Task goal: In the data below, find the line that contains "return line;" and the line that contains "and replaces it).". Copy both, plus every line between them, exactly.

Recorded data:
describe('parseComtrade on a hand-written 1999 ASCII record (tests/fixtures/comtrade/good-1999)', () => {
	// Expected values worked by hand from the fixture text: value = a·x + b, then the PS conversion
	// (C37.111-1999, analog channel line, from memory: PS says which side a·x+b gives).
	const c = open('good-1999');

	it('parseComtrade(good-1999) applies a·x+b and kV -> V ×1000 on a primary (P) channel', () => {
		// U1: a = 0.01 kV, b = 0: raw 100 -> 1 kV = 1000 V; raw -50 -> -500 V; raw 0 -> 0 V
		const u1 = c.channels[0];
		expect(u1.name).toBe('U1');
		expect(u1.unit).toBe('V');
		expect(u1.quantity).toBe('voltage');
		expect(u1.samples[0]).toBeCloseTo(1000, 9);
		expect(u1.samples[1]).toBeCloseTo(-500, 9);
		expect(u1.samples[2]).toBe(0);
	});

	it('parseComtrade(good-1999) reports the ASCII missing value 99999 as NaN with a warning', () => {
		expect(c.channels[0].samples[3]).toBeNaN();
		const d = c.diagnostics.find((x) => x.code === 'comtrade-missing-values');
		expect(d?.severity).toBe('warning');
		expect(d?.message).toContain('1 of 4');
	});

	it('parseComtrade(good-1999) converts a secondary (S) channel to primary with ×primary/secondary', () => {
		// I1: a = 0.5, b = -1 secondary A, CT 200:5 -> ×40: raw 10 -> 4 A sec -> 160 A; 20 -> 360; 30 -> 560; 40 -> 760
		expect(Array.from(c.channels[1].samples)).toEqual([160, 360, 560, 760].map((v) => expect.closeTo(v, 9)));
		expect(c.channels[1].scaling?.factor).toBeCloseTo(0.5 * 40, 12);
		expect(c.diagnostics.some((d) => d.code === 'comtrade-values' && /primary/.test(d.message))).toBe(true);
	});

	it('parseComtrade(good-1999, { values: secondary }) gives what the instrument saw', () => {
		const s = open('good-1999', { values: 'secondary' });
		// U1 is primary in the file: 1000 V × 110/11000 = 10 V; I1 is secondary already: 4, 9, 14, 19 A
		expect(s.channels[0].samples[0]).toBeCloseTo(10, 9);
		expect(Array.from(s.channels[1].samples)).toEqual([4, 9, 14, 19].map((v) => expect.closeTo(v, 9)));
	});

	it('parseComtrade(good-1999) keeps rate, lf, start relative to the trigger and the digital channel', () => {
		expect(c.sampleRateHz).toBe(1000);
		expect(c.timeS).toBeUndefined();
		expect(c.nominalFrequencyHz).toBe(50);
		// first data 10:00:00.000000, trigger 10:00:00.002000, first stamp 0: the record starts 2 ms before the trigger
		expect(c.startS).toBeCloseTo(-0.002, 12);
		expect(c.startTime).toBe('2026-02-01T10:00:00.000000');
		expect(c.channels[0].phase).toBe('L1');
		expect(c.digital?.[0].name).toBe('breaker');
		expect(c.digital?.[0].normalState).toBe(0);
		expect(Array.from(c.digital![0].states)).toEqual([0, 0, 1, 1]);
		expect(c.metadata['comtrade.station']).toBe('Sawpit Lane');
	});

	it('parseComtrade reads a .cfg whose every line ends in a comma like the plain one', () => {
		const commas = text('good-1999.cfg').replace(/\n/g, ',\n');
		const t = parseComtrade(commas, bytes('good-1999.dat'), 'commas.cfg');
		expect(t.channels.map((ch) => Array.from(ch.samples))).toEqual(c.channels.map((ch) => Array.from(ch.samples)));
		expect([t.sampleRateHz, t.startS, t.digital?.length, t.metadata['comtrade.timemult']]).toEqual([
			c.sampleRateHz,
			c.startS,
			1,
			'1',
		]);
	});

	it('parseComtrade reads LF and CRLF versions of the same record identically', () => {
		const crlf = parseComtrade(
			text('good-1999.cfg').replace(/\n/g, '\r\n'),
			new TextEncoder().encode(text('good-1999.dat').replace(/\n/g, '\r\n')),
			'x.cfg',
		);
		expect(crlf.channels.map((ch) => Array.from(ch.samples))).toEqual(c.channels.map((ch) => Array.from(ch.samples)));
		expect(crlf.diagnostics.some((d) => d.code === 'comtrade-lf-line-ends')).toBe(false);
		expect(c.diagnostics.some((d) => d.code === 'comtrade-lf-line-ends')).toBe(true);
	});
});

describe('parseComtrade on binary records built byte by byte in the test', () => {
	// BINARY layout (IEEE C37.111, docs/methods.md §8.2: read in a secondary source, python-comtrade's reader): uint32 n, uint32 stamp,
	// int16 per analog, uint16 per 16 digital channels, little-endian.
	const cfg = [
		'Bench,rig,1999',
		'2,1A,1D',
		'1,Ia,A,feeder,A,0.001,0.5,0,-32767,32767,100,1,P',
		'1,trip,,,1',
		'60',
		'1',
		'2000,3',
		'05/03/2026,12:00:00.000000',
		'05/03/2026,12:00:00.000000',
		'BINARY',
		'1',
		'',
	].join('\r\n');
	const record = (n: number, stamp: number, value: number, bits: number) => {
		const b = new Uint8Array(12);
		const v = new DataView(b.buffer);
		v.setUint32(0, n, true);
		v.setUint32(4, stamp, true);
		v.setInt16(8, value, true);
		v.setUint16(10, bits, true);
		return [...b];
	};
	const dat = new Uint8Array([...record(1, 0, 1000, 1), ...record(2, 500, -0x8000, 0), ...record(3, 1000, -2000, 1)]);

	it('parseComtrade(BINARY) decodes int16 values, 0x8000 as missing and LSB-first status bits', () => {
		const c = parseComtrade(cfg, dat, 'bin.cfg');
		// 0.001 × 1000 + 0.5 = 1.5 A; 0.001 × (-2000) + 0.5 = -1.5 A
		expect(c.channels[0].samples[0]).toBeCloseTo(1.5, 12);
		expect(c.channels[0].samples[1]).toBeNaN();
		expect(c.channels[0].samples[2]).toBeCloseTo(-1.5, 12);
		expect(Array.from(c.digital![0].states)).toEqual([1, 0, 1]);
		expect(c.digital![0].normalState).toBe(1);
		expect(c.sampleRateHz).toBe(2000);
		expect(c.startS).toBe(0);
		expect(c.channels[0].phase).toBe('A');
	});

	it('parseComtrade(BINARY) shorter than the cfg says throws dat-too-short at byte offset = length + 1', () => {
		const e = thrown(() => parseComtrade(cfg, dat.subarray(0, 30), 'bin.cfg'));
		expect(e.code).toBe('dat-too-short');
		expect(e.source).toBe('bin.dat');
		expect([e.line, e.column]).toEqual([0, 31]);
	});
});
==
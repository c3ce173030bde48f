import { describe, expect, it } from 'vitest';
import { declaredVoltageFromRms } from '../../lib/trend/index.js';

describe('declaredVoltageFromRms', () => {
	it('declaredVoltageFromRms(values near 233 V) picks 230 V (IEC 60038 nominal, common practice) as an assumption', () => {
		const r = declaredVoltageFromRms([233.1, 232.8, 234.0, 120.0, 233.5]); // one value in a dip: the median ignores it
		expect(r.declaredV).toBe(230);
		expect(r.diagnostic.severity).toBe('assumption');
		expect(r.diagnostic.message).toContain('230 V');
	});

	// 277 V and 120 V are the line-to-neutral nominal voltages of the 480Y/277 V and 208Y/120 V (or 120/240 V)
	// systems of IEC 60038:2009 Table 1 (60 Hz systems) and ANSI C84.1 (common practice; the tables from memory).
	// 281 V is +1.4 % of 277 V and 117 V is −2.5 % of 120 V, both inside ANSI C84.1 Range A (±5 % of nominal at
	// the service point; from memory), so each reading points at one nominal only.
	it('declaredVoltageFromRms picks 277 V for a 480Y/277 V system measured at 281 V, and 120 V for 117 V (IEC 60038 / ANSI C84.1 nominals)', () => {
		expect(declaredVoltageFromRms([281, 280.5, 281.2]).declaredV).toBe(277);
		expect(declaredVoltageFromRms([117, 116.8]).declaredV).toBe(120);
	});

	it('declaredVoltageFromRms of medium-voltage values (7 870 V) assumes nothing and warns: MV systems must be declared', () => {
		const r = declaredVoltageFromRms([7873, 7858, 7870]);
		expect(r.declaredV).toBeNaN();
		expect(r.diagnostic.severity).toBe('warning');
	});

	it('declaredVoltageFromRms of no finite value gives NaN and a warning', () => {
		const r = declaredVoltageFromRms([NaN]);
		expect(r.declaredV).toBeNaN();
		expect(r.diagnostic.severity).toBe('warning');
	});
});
--
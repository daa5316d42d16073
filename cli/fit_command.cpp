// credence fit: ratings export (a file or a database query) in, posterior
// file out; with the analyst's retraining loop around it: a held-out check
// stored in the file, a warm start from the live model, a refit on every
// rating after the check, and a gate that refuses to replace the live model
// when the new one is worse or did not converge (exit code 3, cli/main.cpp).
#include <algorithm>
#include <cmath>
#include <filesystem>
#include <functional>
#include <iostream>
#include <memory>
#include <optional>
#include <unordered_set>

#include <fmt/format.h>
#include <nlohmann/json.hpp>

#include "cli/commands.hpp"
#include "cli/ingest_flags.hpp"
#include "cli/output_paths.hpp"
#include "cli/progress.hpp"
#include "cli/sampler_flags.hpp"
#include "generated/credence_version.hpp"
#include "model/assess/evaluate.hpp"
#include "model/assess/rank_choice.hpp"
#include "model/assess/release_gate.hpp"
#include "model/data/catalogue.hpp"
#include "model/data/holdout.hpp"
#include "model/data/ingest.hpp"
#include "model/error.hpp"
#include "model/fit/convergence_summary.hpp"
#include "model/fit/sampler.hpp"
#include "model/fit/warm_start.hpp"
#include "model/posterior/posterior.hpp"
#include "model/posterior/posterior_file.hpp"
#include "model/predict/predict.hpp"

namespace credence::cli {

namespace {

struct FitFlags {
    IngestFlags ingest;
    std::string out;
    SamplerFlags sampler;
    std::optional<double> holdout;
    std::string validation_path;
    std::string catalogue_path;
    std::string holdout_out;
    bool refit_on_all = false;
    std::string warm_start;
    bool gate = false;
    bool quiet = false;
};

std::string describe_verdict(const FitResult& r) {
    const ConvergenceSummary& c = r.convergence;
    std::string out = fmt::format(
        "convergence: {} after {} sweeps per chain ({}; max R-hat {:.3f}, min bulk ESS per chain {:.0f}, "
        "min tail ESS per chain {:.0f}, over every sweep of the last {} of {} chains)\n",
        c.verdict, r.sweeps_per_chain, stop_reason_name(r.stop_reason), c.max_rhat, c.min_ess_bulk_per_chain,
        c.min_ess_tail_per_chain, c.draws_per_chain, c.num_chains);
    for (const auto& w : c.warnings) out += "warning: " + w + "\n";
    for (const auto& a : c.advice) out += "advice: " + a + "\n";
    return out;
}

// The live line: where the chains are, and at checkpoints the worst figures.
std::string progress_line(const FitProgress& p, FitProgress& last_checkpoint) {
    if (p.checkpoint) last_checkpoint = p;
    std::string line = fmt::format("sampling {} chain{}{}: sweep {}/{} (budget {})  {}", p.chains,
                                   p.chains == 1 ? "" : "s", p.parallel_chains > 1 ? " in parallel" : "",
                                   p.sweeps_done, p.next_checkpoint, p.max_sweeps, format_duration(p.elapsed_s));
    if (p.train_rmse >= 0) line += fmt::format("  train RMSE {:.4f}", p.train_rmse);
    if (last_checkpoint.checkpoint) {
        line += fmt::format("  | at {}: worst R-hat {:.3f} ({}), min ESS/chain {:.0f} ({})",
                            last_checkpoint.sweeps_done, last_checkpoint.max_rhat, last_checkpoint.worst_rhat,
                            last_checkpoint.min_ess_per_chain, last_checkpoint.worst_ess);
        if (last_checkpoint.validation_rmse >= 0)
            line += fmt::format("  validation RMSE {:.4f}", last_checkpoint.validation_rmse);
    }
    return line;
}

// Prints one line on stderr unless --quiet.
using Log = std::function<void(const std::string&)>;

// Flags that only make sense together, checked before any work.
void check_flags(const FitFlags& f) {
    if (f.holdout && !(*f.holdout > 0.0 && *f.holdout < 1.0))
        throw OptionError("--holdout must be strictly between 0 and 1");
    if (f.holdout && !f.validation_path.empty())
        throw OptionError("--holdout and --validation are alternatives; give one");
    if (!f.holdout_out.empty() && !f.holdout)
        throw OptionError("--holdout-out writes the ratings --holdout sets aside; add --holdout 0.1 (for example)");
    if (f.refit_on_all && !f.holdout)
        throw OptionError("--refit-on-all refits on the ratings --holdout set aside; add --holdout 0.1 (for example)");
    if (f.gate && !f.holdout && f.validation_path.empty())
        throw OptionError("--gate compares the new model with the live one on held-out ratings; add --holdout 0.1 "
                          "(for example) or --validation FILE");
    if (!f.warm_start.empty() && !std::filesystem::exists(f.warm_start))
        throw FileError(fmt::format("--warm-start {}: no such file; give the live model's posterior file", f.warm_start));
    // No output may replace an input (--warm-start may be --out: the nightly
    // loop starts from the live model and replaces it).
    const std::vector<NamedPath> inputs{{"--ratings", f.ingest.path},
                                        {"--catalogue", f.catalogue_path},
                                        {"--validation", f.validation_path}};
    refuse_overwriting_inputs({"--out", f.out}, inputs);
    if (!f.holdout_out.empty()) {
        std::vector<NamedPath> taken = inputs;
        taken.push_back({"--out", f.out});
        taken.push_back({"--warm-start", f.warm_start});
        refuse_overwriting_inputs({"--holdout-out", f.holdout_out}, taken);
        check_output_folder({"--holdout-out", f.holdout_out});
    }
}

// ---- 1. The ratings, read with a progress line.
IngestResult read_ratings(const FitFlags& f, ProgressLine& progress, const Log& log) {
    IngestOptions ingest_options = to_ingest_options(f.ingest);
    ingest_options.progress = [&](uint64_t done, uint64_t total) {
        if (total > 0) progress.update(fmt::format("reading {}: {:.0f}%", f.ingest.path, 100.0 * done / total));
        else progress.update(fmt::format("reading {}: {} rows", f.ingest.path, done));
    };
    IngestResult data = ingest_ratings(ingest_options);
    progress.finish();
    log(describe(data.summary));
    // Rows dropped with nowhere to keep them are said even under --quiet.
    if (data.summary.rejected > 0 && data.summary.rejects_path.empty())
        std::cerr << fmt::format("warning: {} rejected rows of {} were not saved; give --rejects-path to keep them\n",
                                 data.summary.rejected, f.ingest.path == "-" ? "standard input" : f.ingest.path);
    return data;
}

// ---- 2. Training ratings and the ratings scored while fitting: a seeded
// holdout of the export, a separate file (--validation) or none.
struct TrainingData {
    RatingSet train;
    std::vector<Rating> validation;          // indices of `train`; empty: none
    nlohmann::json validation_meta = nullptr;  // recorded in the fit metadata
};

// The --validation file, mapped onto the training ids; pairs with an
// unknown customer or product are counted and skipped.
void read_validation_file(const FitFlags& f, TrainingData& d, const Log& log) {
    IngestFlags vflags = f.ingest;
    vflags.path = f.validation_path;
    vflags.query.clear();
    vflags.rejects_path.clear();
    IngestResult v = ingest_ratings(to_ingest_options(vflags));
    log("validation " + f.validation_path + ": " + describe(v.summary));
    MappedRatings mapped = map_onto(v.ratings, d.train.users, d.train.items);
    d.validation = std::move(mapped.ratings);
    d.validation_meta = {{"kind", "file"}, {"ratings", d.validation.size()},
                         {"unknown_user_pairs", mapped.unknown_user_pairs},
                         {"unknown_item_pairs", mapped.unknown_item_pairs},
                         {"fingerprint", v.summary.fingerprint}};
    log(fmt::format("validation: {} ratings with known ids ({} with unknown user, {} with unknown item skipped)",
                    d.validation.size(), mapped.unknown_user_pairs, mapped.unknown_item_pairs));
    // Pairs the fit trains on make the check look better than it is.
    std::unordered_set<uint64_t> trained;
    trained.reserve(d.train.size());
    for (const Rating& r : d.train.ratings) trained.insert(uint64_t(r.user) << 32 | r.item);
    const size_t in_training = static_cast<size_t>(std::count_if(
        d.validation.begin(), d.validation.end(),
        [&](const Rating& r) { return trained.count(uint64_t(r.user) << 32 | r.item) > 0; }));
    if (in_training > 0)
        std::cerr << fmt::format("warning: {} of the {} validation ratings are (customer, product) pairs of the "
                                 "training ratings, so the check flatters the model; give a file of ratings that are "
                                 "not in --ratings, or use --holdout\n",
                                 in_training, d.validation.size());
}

Exercise response:
    return line;
}

// Prints one line on stderr unless --quiet.
using Log = std::function<void(const std::string&)>;

// Flags that only make sense together, checked before any work.
void check_flags(const FitFlags& f) {
    if (f.holdout && !(*f.holdout > 0.0 && *f.holdout < 1.0))
        throw OptionError("--holdout must be strictly between 0 and 1");
    if (f.holdout && !f.validation_path.empty())
        throw OptionError("--holdout and --validation are alternatives; give one");
    if (!f.holdout_out.empty() && !f.holdout)
        throw OptionError("--holdout-out writes the ratings --holdout sets aside; add --holdout 0.1 (for example)");
    if (f.refit_on_all && !f.holdout)
        throw OptionError("--refit-on-all refits on the ratings --holdout set aside; add --holdout 0.1 (for example)");
    if (f.gate && !f.holdout && f.validation_path.empty())
        throw OptionError("--gate compares the new model with the live one on held-out ratings; add --holdout 0.1 "
                          "(for example) or --validation FILE");
    if (!f.warm_start.empty() && !std::filesystem::exists(f.warm_start))
        throw FileError(fmt::format("--warm-start {}: no such file; give the live model's posterior file", f.warm_start));
    // No output may replace an input (--warm-start may be --out: the nightly
    // loop starts from the live model and replaces it).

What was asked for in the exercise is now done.